As explanation, Hazel launched into an ungraceful but spirited rendition of the Waltz of the Flowers –– which had been executed perfectly by the Milwaukee Ballet Company during the performance. Even Gwen, nitpicker that she was, admired the grace and speed of the company members, shifting swiftly through the quick transitions of Michael’s Pink’s choreography. An early moment, during Clara’s first interruption of Karl and Marie, in which the two daughters were effortlessly swapped out mid-fuete, was a high point.
“And the part where she was like…” Hazel continued, before bending down, and attempting to jump up with her hands on the pavement.
“Don’t touch the ground, it’s dirty!” Gwen chided.
“And he lifts her up!” Hazel said, stretching her arms to the sky.
“Ah, yes, the one-handed lift –– that got people reacting in the crowd,” Dania recalled. “They were pretty quiet most of the show. Except for this one pocket in the audience left who kept clapping first.”
“Excited subscribers, I guarantee it.”
“And also the part where there was the clown!” Hazel remembered. “And he was jumping and funny!”
“He was my favorite part, too,” Eleanor smiled, with the forbidden dance move still at the forefront of her mind.
“The production had this really joyful energy throughout,” Gwen said. “You could feel that in the orchestra.
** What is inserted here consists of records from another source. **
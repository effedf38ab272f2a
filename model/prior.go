package model

import (
	"fmt"
	"math"

	"sluice/internal/varpro"
)

// Normal is a Gaussian prior N(Mean, SD²). A zero SD means "not set": the
// default applies.
type Normal struct {
	Mean float64 `yaml:"mean" json:"mean"`
	SD   float64 `yaml:"sd" json:"sd"`
}

// LogNormal is a Gaussian prior on the logarithm: log v ~ N(log Median, LogSD²).
type LogNormal struct {
	Median float64 `yaml:"median" json:"median"`
	LogSD  float64 `yaml:"log_sd" json:"log_sd"`
}

// ChannelPriors are the priors of one channel's parameters. The fit is a
// maximum a posteriori fit: every prior adds a penalty
// σ²·((v − mean)/sd)² to the residual sum of squares, σ the noise SD of
// the weeks (FitResult.NoiseSD). The ROI is the channel's modelled
// contribution over the data divided by its spend, in KPI per currency
// unit (the usual ROI for a revenue KPI; divide a currency ROI by the
// value per KPI unit otherwise).
type ChannelPriors struct {
	Decay          Normal    `yaml:"decay" json:"decay"`
	Peak           *Normal   `yaml:"peak" json:"peak,omitempty"` // delayed adstock only
	HalfSaturation LogNormal `yaml:"half_saturation" json:"half_saturation"`
	Shape          *Normal   `yaml:"shape" json:"shape,omitempty"` // Hill only
	ROI            Normal    `yaml:"roi" json:"roi"`
	// ROIDefault is set when the ROI prior is the data-scaled default.
	ROIDefault bool `yaml:"-" json:"roi_default,omitempty"`
}

// Default priors (common practice, no source; weakly informative: each is
// wide against its box and only decides what the data leave open).
//   - decay N(0.3, 0.3²): most weekly media carry over for a few weeks
//     (half-life about half a week at 0.3); the whole default box [0, 0.85]
//     lies within 2 SD.
//   - half saturation κ log-normal, median 1 (half saturated at the
//     steady state of mean spend), log SD 1: κ from 0.14 to 7.4 within 2
//     SD, so a channel deep in saturation (κ ≈ 0.1, common for always-on
//     search) costs little, while κ running off to the box's ends where
//     the level of a saturated channel trades off against the intercept is
//     held back.
//   - Hill shape N(1.5, 0.75²): concave to mildly S-shaped.
//   - delayed peak N(1, 2²) weeks.
//   - ROI N(0, r²) with r = the "whole-KPI ROI", the KPI of the data over
//     all media spend: a channel one SD above zero would explain all of
//     the KPI if every channel performed like it. It only holds back ROIs
//     the data cannot settle (a saturated channel's level against the
//     intercept); it shrinks towards zero, never towards a favoured
//     channel. Set it from last quarter's estimate or a vendor study
//     where one exists.
var (
	DefaultDecayPrior   = Normal{Mean: 0.3, SD: 0.3}
	DefaultHalfSatPrior = LogNormal{Median: 1, LogSD: 1}
	DefaultShapePrior   = Normal{Mean: 1.5, SD: 0.75}
	DefaultPeakPrior    = Normal{Mean: 1, SD: 2}
)

// Priors is every channel's priors, resolved (no field unset).
type Priors []ChannelPriors

// WholeKPIROI is the KPI over the data divided by all media spend (the
// scale of the default ROI prior); 0 if there is no spend.
func (d *Design) WholeKPIROI(y []float64) float64 {
	var sy, sx float64
	for _, v := range y {
		sy += v
	}
	for _, x := range d.Spend {
		for _, v := range x {
			sx += v
		}
	}
	if sx <= 0 || sy <= 0 {
		return 0
	}
	return sy / sx
}

// ResolvePriors fills every prior the spec leaves unset with its default;
// the ROI default is scaled by y (WholeKPIROI).
func (d *Design) ResolvePriors(y []float64) Priors {
	r := d.WholeKPIROI(y)
	out := make(Priors, len(d.Spec.Channels))
	for k, c := range d.Spec.Channels {
		p := ChannelPriors{Decay: DefaultDecayPrior, HalfSaturation: DefaultHalfSatPrior, ROI: Normal{SD: r}, ROIDefault: true}
		if c.Prior.Decay.SD > 0 {
			p.Decay = c.Prior.Decay
		}
		if c.Prior.HalfSaturation.LogSD > 0 {
			p.HalfSaturation = c.Prior.HalfSaturation
		}
		if c.Prior.ROI.SD > 0 {
			p.ROI, p.ROIDefault = c.Prior.ROI, false
		}
		if c.Adstock == AdstockDelayed {
			pk := DefaultPeakPrior
			if c.Prior.Peak != nil && c.Prior.Peak.SD > 0 {
				pk = *c.Prior.Peak
			}
			p.Peak = &pk
		}
		if c.Saturation == SaturationHill {
			sh := DefaultShapePrior
			if c.Prior.Shape != nil && c.Prior.Shape.SD > 0 {
				sh = *c.Prior.Shape
			}
			p.Shape = &sh
		}
		out[k] = p
	}
	return out
}

// validate checks the priors a spec file sets: SDs positive (or
// zero, meaning the default), a positive median, finite values.
func (c *ChannelPriorsSpec) validate(field string) error {
	bad := func(f, format string, a ...any) error {
		return fmt.Errorf("%s.%s: %s", field, f, fmt.Sprintf(format, a...))
	}
	fin := func(v float64) bool { return !math.IsNaN(v) && !math.IsInf(v, 0) }
	norm := func(f string, n *Normal) error {
		if n == nil {
			return nil
		}
		if !fin(n.Mean) || !fin(n.SD) || n.SD < 0 {
			return bad(f, "mean %g and sd %g must be finite, sd positive", n.Mean, n.SD)
		}
		return nil
	}
	for _, e := range []error{norm("decay", &c.Decay), norm("peak", c.Peak), norm("shape", c.Shape), norm("roi", &c.ROI)} {
		if e != nil {
			return e
		}
	}
	if h := c.HalfSaturation; !fin(h.Median) || !fin(h.LogSD) || h.LogSD < 0 || (h.LogSD > 0 && h.Median <= 0) {
		return bad("half_saturation", "median %g must be positive and log_sd %g positive", h.Median, h.LogSD)
	}
	if c.ROI.SD > 0 && c.ROI.Mean < 0 {
		return bad("roi", "mean %g must not be negative (media coefficients are non-negative)", c.ROI.Mean)
	}
	return nil
}

// ChannelPriorsSpec is the priors a spec sets for one channel; unset (zero
// SD) priors take the defaults (ResolvePriors).
type ChannelPriorsSpec struct {
	Decay          Normal    `yaml:"decay"`
	Peak           *Normal   `yaml:"peak"`
	HalfSaturation LogNormal `yaml:"half_saturation"`
	Shape          *Normal   `yaml:"shape"`
	ROI            Normal    `yaml:"roi"`
}

// thetaPriors lays the nonlinear priors out like the parameters (see
// Design.bounds), each with weight sigma.
func (d *Design) thetaPriors(p Priors, sigma float64) []varpro.Prior {
	var out []varpro.Prior
	for k, c := range d.Spec.Channels {
		cp := p[k]
		out = append(out, varpro.Prior{Center: cp.Decay.Mean, Scale: cp.Decay.SD, Weight: sigma})
		if c.Adstock == AdstockDelayed {
			out = append(out, varpro.Prior{Center: cp.Peak.Mean, Scale: cp.Peak.SD, Weight: sigma})
		}
		out = append(out, varpro.Prior{Center: math.Log(cp.HalfSaturation.Median), Scale: cp.HalfSaturation.LogSD, Weight: sigma, Log: true})
		if c.Saturation == SaturationHill {
			out = append(out, varpro.Prior{Center: cp.Shape.Mean, Scale: cp.Shape.SD, Weight: sigma})
		}
	}
	// A parameter fixed by its box (low = high) has no prior to weigh.
	lo, hi := d.bounds()
	for j := range out {
		if lo[j] == hi[j] {
			out[j] = varpro.Prior{}
		}
	}
	return out
}
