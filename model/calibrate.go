package model

import "math"

// Lift is a lift test in the design's terms: channel index, the window of
// weeks [From, To] (inclusive), the measured incremental KPI inside the
// window and its standard error.
type Lift struct {
	Channel     int
	From, To    int
	Incremental float64
	StdError    float64 // > 0
}

// FitCalibrated fits y with the lift tests added to the objective:
//
//	Σ_t (y_t − ŷ_t)² + Σ_i (σ/se_i)² (incremental_i − LiftEffect_i)²,
//
// so each experiment counts as one more observation whose error is on the
// scale of a week's (σ is the residual SD of the uncalibrated fit, > 0): a
// precise experiment (small se) pulls hard, a vague one barely. It is the
// same variable-projection problem as Fit with one extra row per test, whose
// fixed columns are zero and whose media columns are the lift differences;
// the lift effect is linear in β, so the projection still holds.
// FitResult.SSE includes the lift rows; Fitted and Residuals are the weeks'.
// The lifts replace the design's own (Design.Lifts); sigma also weighs the
// priors (FitSettings.NoiseSD).
func (d *Design) FitCalibrated(y []float64, lifts []Lift, sigma float64, set FitSettings) (*FitResult, error) {
	if !(sigma > 0) || math.IsInf(sigma, 0) {
		panic("model: FitCalibrated: sigma must be positive and finite")
	}
	if _, err := d.WithLifts(lifts); err != nil {
		panic("model: FitCalibrated: " + err.Error())
	}
	rows := make([]int, d.N)
	for t := range rows {
		rows[t] = t
	}
	set.NoiseSD = sigma
	return fitExtended(d, y, rows, lifts, set)
}
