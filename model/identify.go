package model

import (
	"fmt"
	"math"
)

// BoundTolerance is how close to a bound a fitted nonlinear parameter must
// end to count as on it: this share of the parameter's range (of its log
// range for the half saturation κ, which the fit searches on a log scale).
// Common practice, no source: 1% of the box is well inside the solver's
// step at convergence and well outside what a free optimum lands on by
// chance.
const BoundTolerance = 0.01

// Bound sides.
const (
	BoundLower = "lower"
	BoundUpper = "upper"
)

// BoundHit is one nonlinear parameter that the fit left on (or within
// BoundTolerance of) a bound of its box.
type BoundHit struct {
	Param string  `json:"param"` // decay, peak, half_saturation or shape
	Value float64 `json:"value"`
	Bound float64 `json:"bound"`
	Side  string  `json:"side"` // lower or upper
}

// Identification says what a fit could not settle about one channel: its
// nonlinear parameters left on a bound, and whether its media effect was
// fitted to zero. A channel with neither is Identified.
type Identification struct {
	Channel    string     `json:"channel"`
	OnBound    []BoundHit `json:"on_bound,omitempty"`
	ZeroEffect bool       `json:"zero_effect"`
	// Hints say, one per finding, what the finding means and what to do.
	Hints []string `json:"hints,omitempty"`
}

// Identified reports whether the fit settled the channel: no parameter on
// a bound and a non-zero effect.
func (id Identification) Identified() bool { return len(id.OnBound) == 0 && !id.ZeroEffect }

// Identify reports, per channel, the nonlinear parameters of p on a bound of
// the spec's box and whether the channel's effect is zero. A parameter the
// spec fixes (both bounds equal) is not reported. The effect is zero when β
// is 0 (the non-negative least squares fit leaves β exactly 0 at its
// constraint) or the channel's contribution over the data is below 1e-9 of
// all channels' contributions together.
func (d *Design) Identify(p Params) []Identification {
	out := make([]Identification, len(d.Spec.Channels))
	contrib := make([]float64, len(d.Spec.Channels))
	var total float64
	m := make([]float64, d.N)
	for k, cp := range p.Channels {
		d.Media(m, k, cp)
		for _, v := range m {
			contrib[k] += cp.Beta * v
		}
		if !math.IsNaN(contrib[k]) {
			total += math.Abs(contrib[k])
		}
	}
	for k, c := range d.Spec.Channels {
		cp := p.Channels[k]
		id := Identification{Channel: c.Name}
		check := func(name string, v float64, r Range, logScale bool) {
			lo, hi, x := r[0], r[1], v
			if hi <= lo {
				return // fixed by the spec
			}
			if logScale && lo > 0 && x > 0 {
				lo, hi, x = math.Log(lo), math.Log(hi), math.Log(x)
			}
			tol := BoundTolerance * (hi - lo)
			switch {
			case x <= lo+tol:
				id.OnBound = append(id.OnBound, BoundHit{Param: name, Value: v, Bound: r[0], Side: BoundLower})
			case x >= hi-tol:
				id.OnBound = append(id.OnBound, BoundHit{Param: name, Value: v, Bound: r[1], Side: BoundUpper})
			}
		}
		check("decay", cp.Decay, c.Decay, false)
		if c.Adstock == AdstockDelayed {
			check("peak", cp.Peak, c.Peak, false)
		}
		check("half_saturation", cp.HalfSat, c.HalfSaturation, true)
		if c.Saturation == SaturationHill {
			check("shape", cp.Shape, c.Shape, false)
		}
		id.ZeroEffect = cp.Beta == 0 || math.IsNaN(contrib[k]) || math.Abs(contrib[k]) <= 1e-9*total
		for _, h := range id.OnBound {
			id.Hints = append(id.Hints, boundHint(h))
		}
		if id.ZeroEffect {
			id.Hints = append(id.Hints, "its effect is fitted to zero: the data cannot tell this channel's response from none; "+
				"do not move budget on it until a lift test or deliberate spend variation measures it")
		}
		out[k] = id
	}
	return out
}

// boundHint says what a parameter on a bound means and what to do.
func boundHint(h BoundHit) string {
	on := fmt.Sprintf("%s %.3g is on its %s bound %.3g", h.Param, h.Value, h.Side, h.Bound)
	switch {
	case h.Param == "decay" && h.Side == BoundLower:
		return on + ": no carryover found; if the channel surely has carryover, the data cannot separate it from the base"
	case h.Param == "decay":
		return on + ": carryover at least as long as the box allows; widen decay in --spec if longer carryover is plausible, and treat its half-life as a lower limit"
	case h.Param == "half_saturation" && h.Side == BoundLower:
		return on + ": the channel looks saturated below its mean spend, maybe more than the box allows; lower half_saturation in --spec and refit, and trust its marginal ROI less"
	case h.Param == "half_saturation":
		return on + ": the response looks straight over the spend seen, so the data cannot say where it saturates; a move beyond that spend is a guess"
	case h.Param == "shape":
		return on + ": the curve's form is not settled by the data; its marginal ROI depends on the box more than on the data"
	default:
		return on + ": the data do not settle it; widen its bounds in --spec or fix it from outside knowledge"
	}
}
The tonal variance they gave to the score made it sound –– well, not fresh, it’s the Nutcracker. At least less stale.”
“I’ve sensed it before, with other productions,” Eleanor agreed, “when the orchestra can play the music backwards with their eyes closed. But the score, for the most part, felt more energized and excited. Even if they did take a lot of the tempos slower.”
“True. They really love stretching out the final two measures before every button, don’t they?”
“Even the set design!” Dania agreed. “That proscenium, right when you walk in, it’s like, ‘here’s a story for children! Look at the entire toy chest we’ve dumped onto the stage!'”
“The Nutcracker has always been the one ballet that you take the entire family to,” Gwen pointed out. “But it was still staged like any other ballet. Milwaukee Ballet’s production feels like it’s aiming at a younger demographic –– a ballet for “families,” perhaps. Maybe that’s a semantic difference, but you understand what I mean.”
“Sort of,” replied Dania. “I mean, it’s still ballet. They’re not pulling punches or half-measuring just because it’s for younger viewers. But I get what you mean: the sets and costumes are more block-colored and simple, the comedy is slapstick and broad. There are three child characters to root for rather than just the one –– and they do more than the original Clara does in other Nutcrackers.”
“This was definitely the production that made me realize that The Nutcracker is, in one sense, a story with a child protagonist. Original Clara is more the observer in a wild world, like Oliver Twist. These three are more…aspirational? It feels weird to call them that.”
“They’re active and not passive.”
“See, there’s the words.”
“So maybe that’s why it feels like it’s for younger people,” Dania pointed out. “It’s more high energy. In the orchestra, like you said, but also in the way the characters act.”
“Again, siblings!” Eleanor repeated. “The moment when Fritz throws a snowball at Clara? That’s childish, and by the end he matures! Slightly!”
“There’s the marketing angle for you,” Gwen quipped. “A Nutcracker that’s truly about and for children.”
“And by children!” Dania recollected. “Don’t forget the angel children at the top of Act II!”
“Angels!” Hazel shouted out. Tucking her arms back and sticking her nose forward, she ran in circles around her sister’s friends, just as she’d seen her contemporaries do.
“There’s a line in the director’s note where he mentions that some of the child dancers start as angels before ‘graduating’ up to be Mother Ginger kids,” said Eleanor. “So some of them have been in the show multiple years in a row.”
“Now that’s a production for the whole family!” Dania smiled, as she stepped out of the way to allow Hazel a path to continue running around her.